Dataset entries

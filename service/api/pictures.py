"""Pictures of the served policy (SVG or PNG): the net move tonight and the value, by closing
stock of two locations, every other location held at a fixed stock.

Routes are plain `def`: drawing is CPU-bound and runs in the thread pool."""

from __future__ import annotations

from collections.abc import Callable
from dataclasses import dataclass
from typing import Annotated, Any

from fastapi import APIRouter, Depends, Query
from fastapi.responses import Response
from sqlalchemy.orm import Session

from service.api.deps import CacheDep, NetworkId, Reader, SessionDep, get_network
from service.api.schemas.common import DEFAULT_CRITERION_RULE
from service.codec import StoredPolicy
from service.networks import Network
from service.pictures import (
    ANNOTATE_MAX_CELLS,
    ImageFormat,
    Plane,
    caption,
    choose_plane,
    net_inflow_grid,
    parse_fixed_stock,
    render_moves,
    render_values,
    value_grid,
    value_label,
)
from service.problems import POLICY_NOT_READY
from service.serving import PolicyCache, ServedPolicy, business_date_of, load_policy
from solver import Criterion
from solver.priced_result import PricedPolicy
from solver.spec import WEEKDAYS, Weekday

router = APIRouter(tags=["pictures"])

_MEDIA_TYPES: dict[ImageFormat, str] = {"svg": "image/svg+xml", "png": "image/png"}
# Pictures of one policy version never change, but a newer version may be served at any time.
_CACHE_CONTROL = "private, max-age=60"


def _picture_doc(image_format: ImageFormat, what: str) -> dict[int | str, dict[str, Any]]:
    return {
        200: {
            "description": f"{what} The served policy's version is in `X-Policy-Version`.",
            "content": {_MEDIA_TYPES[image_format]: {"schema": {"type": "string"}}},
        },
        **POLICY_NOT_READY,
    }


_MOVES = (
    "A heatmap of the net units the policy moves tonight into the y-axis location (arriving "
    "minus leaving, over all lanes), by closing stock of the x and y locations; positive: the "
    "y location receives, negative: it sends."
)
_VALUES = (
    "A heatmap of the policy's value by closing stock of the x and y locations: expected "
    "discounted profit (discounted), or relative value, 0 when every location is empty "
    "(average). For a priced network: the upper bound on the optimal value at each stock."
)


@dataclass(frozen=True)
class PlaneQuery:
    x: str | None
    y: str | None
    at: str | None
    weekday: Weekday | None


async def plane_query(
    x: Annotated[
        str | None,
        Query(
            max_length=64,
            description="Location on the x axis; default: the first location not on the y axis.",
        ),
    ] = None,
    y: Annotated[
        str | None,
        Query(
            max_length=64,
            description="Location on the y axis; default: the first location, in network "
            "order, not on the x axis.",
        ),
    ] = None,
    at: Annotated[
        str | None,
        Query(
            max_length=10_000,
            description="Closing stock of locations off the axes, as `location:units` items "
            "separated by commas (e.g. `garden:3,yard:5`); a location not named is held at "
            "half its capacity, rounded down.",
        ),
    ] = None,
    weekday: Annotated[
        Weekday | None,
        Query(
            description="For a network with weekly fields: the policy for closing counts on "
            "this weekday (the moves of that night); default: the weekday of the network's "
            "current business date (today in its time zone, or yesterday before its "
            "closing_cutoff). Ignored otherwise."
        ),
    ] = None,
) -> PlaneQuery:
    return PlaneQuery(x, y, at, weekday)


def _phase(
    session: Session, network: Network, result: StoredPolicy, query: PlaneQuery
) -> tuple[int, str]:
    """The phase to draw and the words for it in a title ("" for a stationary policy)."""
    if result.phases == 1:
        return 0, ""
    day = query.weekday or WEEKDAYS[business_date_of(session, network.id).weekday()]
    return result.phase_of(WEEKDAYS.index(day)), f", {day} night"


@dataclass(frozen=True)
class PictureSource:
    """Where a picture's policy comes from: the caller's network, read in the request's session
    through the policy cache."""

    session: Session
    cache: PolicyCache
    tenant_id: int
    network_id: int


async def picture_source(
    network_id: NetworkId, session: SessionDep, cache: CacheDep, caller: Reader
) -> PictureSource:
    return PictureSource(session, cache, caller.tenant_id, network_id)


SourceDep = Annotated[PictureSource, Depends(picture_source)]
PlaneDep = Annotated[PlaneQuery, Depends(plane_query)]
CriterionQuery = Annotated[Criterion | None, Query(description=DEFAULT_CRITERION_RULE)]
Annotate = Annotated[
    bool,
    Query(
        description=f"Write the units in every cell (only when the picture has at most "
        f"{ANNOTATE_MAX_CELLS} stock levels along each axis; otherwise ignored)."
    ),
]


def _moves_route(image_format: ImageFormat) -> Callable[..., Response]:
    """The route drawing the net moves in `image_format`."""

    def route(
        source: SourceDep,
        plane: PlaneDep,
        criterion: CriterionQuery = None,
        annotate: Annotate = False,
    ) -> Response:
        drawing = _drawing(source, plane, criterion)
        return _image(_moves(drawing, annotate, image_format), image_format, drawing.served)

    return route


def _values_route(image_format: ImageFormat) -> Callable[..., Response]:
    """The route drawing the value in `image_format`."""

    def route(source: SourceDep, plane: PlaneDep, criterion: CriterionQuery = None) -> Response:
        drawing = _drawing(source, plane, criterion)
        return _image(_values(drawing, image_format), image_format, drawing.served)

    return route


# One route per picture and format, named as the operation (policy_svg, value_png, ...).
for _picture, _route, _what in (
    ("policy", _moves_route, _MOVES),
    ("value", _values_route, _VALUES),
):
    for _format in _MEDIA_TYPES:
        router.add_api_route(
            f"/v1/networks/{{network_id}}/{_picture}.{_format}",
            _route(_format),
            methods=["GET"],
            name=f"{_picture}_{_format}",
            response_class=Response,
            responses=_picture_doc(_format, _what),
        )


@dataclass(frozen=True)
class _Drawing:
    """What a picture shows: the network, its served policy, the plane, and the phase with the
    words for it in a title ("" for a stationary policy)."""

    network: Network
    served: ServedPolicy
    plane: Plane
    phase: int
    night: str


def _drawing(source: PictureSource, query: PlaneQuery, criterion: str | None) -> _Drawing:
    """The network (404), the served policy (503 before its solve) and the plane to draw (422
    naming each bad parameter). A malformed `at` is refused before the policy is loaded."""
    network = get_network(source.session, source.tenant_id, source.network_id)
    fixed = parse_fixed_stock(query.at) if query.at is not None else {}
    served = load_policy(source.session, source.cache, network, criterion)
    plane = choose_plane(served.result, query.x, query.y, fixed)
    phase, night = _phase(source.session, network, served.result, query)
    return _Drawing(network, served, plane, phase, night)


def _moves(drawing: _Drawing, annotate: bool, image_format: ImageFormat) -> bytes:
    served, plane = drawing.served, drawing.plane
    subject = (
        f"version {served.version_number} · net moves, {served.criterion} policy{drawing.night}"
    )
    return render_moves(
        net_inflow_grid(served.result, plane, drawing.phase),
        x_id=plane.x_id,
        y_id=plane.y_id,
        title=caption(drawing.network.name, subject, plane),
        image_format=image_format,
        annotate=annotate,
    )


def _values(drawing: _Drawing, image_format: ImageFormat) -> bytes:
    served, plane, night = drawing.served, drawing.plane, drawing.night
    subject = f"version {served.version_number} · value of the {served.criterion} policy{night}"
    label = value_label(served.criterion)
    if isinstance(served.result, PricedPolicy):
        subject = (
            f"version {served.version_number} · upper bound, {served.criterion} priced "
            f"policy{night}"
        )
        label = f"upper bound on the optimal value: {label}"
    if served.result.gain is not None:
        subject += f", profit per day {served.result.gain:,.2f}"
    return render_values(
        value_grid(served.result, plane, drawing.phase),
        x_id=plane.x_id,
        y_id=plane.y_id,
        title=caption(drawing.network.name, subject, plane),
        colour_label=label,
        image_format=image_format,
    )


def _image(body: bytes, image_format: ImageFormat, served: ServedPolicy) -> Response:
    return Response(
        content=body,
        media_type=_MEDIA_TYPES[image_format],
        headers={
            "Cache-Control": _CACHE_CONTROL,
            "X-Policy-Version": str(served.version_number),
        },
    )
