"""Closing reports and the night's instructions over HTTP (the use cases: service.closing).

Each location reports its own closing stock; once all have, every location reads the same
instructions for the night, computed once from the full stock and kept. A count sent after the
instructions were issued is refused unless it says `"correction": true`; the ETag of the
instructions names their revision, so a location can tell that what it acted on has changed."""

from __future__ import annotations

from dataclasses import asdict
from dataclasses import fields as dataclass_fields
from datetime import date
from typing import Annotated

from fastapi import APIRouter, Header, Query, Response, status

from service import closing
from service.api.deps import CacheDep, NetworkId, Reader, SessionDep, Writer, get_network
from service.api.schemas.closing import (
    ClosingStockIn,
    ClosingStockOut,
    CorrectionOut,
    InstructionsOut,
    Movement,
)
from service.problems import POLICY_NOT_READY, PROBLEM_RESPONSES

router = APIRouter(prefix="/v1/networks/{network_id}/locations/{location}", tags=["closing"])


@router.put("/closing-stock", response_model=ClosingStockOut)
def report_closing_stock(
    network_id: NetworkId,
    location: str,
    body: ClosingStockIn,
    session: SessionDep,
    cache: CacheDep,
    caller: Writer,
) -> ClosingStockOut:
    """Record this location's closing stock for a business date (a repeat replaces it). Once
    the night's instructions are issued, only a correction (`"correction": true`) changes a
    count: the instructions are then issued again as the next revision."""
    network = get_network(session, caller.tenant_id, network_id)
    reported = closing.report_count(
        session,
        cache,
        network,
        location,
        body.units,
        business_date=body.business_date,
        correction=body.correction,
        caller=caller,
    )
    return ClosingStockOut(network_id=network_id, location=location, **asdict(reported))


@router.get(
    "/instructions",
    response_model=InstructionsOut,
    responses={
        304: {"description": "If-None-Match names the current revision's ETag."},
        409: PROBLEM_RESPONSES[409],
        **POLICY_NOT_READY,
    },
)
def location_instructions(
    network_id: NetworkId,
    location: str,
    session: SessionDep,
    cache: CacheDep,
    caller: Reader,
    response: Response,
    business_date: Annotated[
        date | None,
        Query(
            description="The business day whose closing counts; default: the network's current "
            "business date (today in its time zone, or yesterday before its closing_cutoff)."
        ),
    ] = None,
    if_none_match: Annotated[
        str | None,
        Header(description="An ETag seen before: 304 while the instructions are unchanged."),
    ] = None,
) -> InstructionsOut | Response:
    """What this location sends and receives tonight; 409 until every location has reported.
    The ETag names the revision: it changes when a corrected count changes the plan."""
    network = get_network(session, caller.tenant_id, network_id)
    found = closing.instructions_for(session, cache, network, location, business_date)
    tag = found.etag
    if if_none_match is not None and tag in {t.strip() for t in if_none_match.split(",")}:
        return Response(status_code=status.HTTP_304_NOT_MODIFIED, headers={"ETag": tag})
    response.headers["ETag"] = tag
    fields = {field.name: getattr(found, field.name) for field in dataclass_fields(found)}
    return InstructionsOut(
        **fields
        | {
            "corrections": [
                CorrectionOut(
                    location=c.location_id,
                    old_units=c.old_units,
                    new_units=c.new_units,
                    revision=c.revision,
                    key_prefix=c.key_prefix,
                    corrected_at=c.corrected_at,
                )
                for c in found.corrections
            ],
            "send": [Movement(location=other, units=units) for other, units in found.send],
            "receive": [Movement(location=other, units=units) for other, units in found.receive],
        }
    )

[Exercise aim] Restate, word for word and with nothing added, the lines from the beginning of the records above through the line that contains "from fastapi import APIRouter, Depends, Query".

[Solution for this problem]
filename service/api/pictures.py
"""Pictures of the served policy (SVG or PNG): the net move tonight and the value, by closing
stock of two locations, every other location held at a fixed stock.

Routes are plain `def`: drawing is CPU-bound and runs in the thread pool."""

from __future__ import annotations

from collections.abc import Callable
from dataclasses import dataclass
from typing import Annotated, Any

from fastapi import APIRouter, Depends, Query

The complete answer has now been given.